■ **Problem statement**: In the entries below, find the line with "before %s, after" and the line with "to its owner". Print those two and everything between them exactly, and nothing else.

====== Study material ======

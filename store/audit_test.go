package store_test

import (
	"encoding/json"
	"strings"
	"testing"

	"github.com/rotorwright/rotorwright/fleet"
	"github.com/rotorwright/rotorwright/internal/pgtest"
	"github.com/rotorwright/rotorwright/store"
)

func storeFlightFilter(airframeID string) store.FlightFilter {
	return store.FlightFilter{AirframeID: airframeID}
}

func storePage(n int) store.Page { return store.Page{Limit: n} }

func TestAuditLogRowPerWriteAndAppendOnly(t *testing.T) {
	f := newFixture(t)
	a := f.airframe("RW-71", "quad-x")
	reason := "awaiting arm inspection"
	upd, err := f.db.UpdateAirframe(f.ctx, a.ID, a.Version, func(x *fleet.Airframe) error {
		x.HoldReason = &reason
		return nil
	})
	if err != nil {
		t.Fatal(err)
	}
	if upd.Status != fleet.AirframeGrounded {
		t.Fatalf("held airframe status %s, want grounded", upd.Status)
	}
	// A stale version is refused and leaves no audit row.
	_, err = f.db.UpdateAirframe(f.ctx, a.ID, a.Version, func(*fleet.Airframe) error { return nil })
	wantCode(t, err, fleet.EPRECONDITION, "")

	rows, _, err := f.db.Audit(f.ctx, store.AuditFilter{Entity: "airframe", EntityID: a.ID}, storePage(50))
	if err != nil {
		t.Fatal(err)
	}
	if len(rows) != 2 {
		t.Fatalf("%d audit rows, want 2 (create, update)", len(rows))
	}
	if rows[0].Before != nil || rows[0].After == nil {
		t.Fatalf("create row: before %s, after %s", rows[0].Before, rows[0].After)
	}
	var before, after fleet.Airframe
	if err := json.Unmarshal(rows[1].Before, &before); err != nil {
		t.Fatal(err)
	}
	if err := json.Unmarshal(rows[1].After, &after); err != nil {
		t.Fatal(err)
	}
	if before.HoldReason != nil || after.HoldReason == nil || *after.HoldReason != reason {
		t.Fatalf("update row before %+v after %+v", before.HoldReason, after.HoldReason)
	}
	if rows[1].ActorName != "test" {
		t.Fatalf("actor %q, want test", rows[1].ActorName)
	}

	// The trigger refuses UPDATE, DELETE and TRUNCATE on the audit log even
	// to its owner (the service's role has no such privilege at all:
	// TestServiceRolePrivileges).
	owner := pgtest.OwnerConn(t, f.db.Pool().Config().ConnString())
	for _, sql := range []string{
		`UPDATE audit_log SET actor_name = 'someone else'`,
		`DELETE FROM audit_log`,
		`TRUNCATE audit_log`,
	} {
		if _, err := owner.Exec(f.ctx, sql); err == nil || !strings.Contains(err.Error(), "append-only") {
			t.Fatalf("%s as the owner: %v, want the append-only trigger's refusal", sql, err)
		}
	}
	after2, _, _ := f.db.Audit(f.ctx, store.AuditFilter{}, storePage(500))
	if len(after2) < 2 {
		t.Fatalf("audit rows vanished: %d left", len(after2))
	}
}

======

■ **Answer space**:
		t.Fatalf("create row: before %s, after %s", rows[0].Before, rows[0].After)
	}
	var before, after fleet.Airframe
	if err := json.Unmarshal(rows[1].Before, &before); err != nil {
		t.Fatal(err)
	}
	if err := json.Unmarshal(rows[1].After, &after); err != nil {
		t.Fatal(err)
	}
	if before.HoldReason != nil || after.HoldReason == nil || *after.HoldReason != reason {
		t.Fatalf("update row before %+v after %+v", before.HoldReason, after.HoldReason)
	}
	if rows[1].ActorName != "test" {
		t.Fatalf("actor %q, want test", rows[1].ActorName)
	}

	// The trigger refuses UPDATE, DELETE and TRUNCATE on the audit log even
	// to its owner (the service's role has no such privilege at all:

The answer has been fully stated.